((
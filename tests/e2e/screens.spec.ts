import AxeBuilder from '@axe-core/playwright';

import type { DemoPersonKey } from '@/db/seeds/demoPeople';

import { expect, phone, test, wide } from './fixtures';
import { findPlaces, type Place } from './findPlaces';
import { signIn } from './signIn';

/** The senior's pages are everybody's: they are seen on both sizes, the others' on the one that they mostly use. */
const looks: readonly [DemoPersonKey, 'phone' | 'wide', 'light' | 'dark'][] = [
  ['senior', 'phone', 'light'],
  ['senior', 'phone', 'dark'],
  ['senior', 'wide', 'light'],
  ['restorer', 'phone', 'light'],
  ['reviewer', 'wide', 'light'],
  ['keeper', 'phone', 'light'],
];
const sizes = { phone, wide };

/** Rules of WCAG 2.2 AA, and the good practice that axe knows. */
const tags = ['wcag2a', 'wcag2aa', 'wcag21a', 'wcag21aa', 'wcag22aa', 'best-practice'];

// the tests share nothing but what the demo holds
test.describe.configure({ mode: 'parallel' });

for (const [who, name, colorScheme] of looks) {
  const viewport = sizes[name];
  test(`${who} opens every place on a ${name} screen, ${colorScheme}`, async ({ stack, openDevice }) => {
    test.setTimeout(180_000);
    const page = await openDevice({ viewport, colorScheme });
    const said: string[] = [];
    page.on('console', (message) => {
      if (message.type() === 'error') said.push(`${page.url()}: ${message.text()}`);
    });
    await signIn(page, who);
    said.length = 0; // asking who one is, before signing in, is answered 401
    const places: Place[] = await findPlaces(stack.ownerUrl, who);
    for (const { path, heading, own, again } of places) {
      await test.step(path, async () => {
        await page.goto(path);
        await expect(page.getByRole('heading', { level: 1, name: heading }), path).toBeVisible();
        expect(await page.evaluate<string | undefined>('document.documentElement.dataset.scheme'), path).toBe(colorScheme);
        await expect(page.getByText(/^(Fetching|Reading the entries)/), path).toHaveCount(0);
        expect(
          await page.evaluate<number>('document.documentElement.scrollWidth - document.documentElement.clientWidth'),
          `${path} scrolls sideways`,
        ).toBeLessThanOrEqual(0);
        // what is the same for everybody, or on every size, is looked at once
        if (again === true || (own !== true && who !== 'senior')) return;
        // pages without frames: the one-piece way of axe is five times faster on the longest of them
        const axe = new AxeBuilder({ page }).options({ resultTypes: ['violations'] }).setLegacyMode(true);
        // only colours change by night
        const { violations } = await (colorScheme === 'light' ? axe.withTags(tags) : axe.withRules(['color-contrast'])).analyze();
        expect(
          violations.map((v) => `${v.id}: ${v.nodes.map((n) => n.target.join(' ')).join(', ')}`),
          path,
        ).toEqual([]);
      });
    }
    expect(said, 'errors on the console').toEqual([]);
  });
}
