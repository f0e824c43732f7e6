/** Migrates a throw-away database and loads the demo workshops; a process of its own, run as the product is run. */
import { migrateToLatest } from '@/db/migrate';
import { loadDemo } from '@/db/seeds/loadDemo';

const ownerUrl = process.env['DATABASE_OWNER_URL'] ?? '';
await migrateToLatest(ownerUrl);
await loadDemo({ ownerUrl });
))
▸ **Task instructions**:
Every line holding the word "document" should be copied out of the records above.

▸ **Reply**:
        expect(await page.evaluate<string | undefined>('document.documentElement.dataset.scheme'), path).toBe(colorScheme);
          await page.evaluate<number>('document.documentElement.scrollWidth - document.documentElement.clientWidth'),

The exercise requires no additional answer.